" sekarang, cepat tanda tangani ini disini." ucap Louis menunjuk pada surat cerai yang harus di tanda tangani Istrinya.
Agatha hanya menatap pada suami dan kekasih dari suaminya ini. Kekasih? Karena itulah kata yang cocok untuk mereka. Karena memang, bagi mereka- Agatha lah orang ketiga dalam hubungan mereka.
Ya, tak lain dan tak bukan karena hubungan Agatha dan Louis ada karena sebuah perjodohan. Kala Louis berumur 1 tahun ayah Agatha berjanji pada istrinya yang kala itu sedang mengandung Agatha dan keluarga Louis- jika yang lahir nanti adalah laki- laki, ia akan menjadi adik Louis dan jika perempuan akan menjadi mempelai Louis.
Hal itu bertujuan untuk mempererat hubungan keluarga Louis dan Agatha kala itu. Dan tepat pada saat Louis berumur 27 tahun dan Agatha 26 tahun mereka langsung di jodohkan. Agatha yang kala itu telah kehilangan ibunya hanya bisa menerima perjodohan yang di berikan ayahnya.

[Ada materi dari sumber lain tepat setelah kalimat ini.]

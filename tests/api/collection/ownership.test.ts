import { beforeAll, describe, expect, it } from 'vitest';
import type { AnimalId, PartyId } from '@/lib/contracts/ids';
import { createAnimalUseCase } from '@/lib/use-cases/collection/create-animal';
import { recordOwnershipUseCase } from '@/lib/use-cases/collection/record-ownership';
import { showAnimalUseCase } from '@/lib/use-cases/collection/show-animal';
import { Refusal } from '@/lib/use-cases/refusal';
import { makeWorkspace, performAs, type TestMember, type TestWorkspace } from '../setup/fixture';

let workspace: TestWorkspace;
let owner: PartyId;
let partner: PartyId;
let other: PartyId;
beforeAll(async () => {
  workspace = await makeWorkspace();
  [owner, partner, other] = [
    workspace.owner.partyId!,
    workspace.partner.partyId!,
    workspace.otherPartner.partyId!,
  ];
});

async function addAnimal(parts: { partyId: PartyId; parts: number }[]): Promise<AnimalId> {
  const { id } = await performAs(workspace, workspace.owner, createAnimalUseCase, {
    body: {
      speciesId: workspace.speciesId,
      sex: 'female',
      hatchedOn: '2023-01-01',
      owners: parts,
      ownedFrom: '2023-01-01',
    },
  });
  return id;
}
const show = (by: TestMember, animal: AnimalId) =>
  performAs(workspace, by, showAnimalUseCase, { params: { animal } });
async function record(by: TestMember, animal: AnimalId, body: Record<string, unknown>) {
  return performAs(workspace, by, recordOwnershipUseCase, { params: { animal }, body });
}
async function inForce(animal: AnimalId) {
  return (
    (await show(workspace.owner, animal)).ownership.find(({ untilDay }) => untilDay === null)?.id ?? null
  );
}
async function fieldsOf(work: Promise<unknown>): Promise<Record<string, string>> {
  const error: unknown = await work.then(
    () => null,
    (reason: unknown) => reason,
  );
  if (!(error instanceof Refusal)) throw new Error(`Not refused: ${String(error)}`);
  return Object.fromEntries(
    (error.more.errors ?? [{ field: error.code, message: error.detail }]).map(({ field, message }) => [
      field,
      message,
    ]),
  );
}

describe('parts of an animal', () => {
  it('change from a day on and stay in the history, with half-open days', async () => {
    const animal = await addAnimal([{ partyId: owner, parts: 1 }]);
    const buyIn = {
      fromDay: '2024-03-01',
      reason: 'buy_in',
      price: 125_000,
      note: 'half of her',
      seen: await inForce(animal),
    };
    await record(workspace.owner, animal, {
      ...buyIn,
      parts: [
        { partyId: owner, parts: 1 },
        { partyId: partner, parts: 1 },
      ],
    });
    const { ownership } = await show(workspace.owner, animal);
    expect(ownership.map(({ fromDay, untilDay, reason }) => [fromDay, untilDay, reason])).toEqual([
      ['2024-03-01', null, 'buy_in'],
      ['2023-01-01', '2024-03-01', 'founding'],
    ]);
    expect(ownership[0]?.price).toBe(125_000);
  });

  it('of two changes at the same moment only one succeeds, and the parts stay whole', async () => {
    const animal = await addAnimal([{ partyId: owner, parts: 1 }]);
    const seen = await inForce(animal);
    const change = (to: PartyId) =>
      record(workspace.owner, animal, {
        fromDay: '2024-05-01',
        reason: 'transfer',
        seen,
        parts: [{ partyId: to, parts: 1 }],
      });
    const done = await Promise.allSettled([change(partner), change(other)]);
    expect(done.map(({ status }) => status).sort()).toEqual(['fulfilled', 'rejected']);
    const refused = done.find((result) => result.status === 'rejected');
    expect((refused?.reason as Refusal).code).toBe('stale');
    const { ownership } = await show(workspace.owner, animal);
    expect(ownership.filter(({ untilDay }) => untilDay === null)).toHaveLength(1);
    expect(ownership).toHaveLength(2);
  });

  it('can be corrected on their own first day only as a correction', async () => {
    const animal = await addAnimal([{ partyId: owner, parts: 1 }]);
    const body = {
      fromDay: '2023-01-01',
      parts: [
        { partyId: owner, parts: 2 },
        { partyId: partner, parts: 1 },
      ],
      seen: await inForce(animal),
    };
    expect(
      (await fieldsOf(record(workspace.owner, animal, { ...body, reason: 'transfer' }))).fromDay,
    ).toMatch(/correction/);
    await record(workspace.owner, animal, { ...body, reason: 'correction' });
    expect((await show(workspace.owner, animal)).ownership[0]?.parts).toHaveLength(2);
  });

  it.each([
    [
      'a day before the present parts',
      { fromDay: '2022-01-01' },
      'fromDay',
      /hold since 2023-01-01; a change comes after/,
    ],
    ['a day that has not come', { fromDay: '2100-01-01' }, 'fromDay', /not come/],
    ['a gift with a price', { reason: 'gift', price: 100 }, 'price', /gift has no price/],
  ])('refuse %s', async (_, change, field, message) => {
    const animal = await addAnimal([{ partyId: owner, parts: 1 }]);
    const body = {
      fromDay: '2024-01-01',
      reason: 'transfer',
      parts: [{ partyId: partner, parts: 1 }],
      seen: await inForce(animal),
      ...change,
    };
    expect((await fieldsOf(record(workspace.owner, animal, body)))[field]).toMatch(message);
  });

  it('a partner gives away parts of their own only', async () => {
    const animal = await addAnimal([
      { partyId: owner, parts: 1 },
      { partyId: partner, parts: 1 },
    ]);
    const body = { fromDay: '2024-01-01', reason: 'transfer', seen: await inForce(animal) };
    const taken = [
      { partyId: partner, parts: 2 },
      { partyId: owner, parts: 1 },
    ];
    expect((await fieldsOf(record(workspace.partner, animal, { ...body, parts: taken }))).parts).toMatch(
      /only parts of your own/,
    );
    await record(workspace.partner, animal, {
      ...body,
      parts: [
        { partyId: partner, parts: 1 },
        { partyId: owner, parts: 3 },
      ],
    });
    expect(
      (await fieldsOf(record(workspace.keeper, animal, { ...body, parts: taken }))).not_allowed,
    ).toBeDefined();
  });

  it('hide prices from the keeper, and earlier owners from a partner of other projects', async () => {
    const animal = await addAnimal([{ partyId: other, parts: 1 }]);
    await record(workspace.owner, animal, {
      fromDay: '2024-01-01',
      reason: 'buy_out',
      price: 90_000,
      note: 'paid in cash',
      seen: await inForce(animal),
      parts: [{ partyId: owner, parts: 1 }],
    });
    await record(workspace.owner, animal, {
      fromDay: '2024-02-01',
      reason: 'gift',
      seen: await inForce(animal),
      parts: [{ partyId: partner, parts: 1 }],
    });
    const kept = await show(workspace.keeper, animal);
    expect(kept.ownership.every(({ price, note }) => price === null && note === '')).toBe(true);
    const seen = await show(workspace.partner, animal);
    expect(seen.ownership.find(({ fromDay }) => fromDay === '2024-01-01')?.price).toBeNull();
    expect(JSON.stringify(seen.parties)).not.toContain('Other partner');
    expect((await show(workspace.accountant, animal)).ownership[1]?.price).toBe(90_000);
  });
});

Namun, kata tidak tentu datang dari Louis yang kala itu telah memiliki Elena- kekasih Louis sedari 3 tahun sebelum ayah Louis meminta Louis untuk menikahi Agatha. Namun, pria itu terpaksa mengiyakan keinginan orang tuanya karena harta warisanlah yang menjadi ancaman kedua orang tua Louis.
“Jika kau tak mau menikahi Agatha, maka harta warisan ayah akan ayah sumbangkan sepenuhnya pada anak- anak yatim dan panti jompo.” Begitu ancaman ayah Louis.
Sebenarnya bagi Louis tak masalah, biar bagaimana pun masalah hati tak bisa di bandingkan dengan harta manapun dan sebanyak apapun. Namun kekasih hatinya, Elena- meyakinkan Louis agar mau menikahi Agatha.
“Aku yakin akan cintamu takkan terkikis meski telah menikahi wanita lain.” Begitu kata Elena meyakinkan Louis. Akhirnya, pernikahan antara Louis dan Agatha pun terjadi.
Dan kini tepat pada saat ayah Agatha meninggal, Louis datang bukan untuk ucapan belangsungkawa namun datang dengan surat cerai di tangannya. Karena memang perjanjian antara Louis dan ayahnya hanya menikahi Agatha selama setahun. Dan entah bagaimana nasib seolah mempermainkan seorang Agatha.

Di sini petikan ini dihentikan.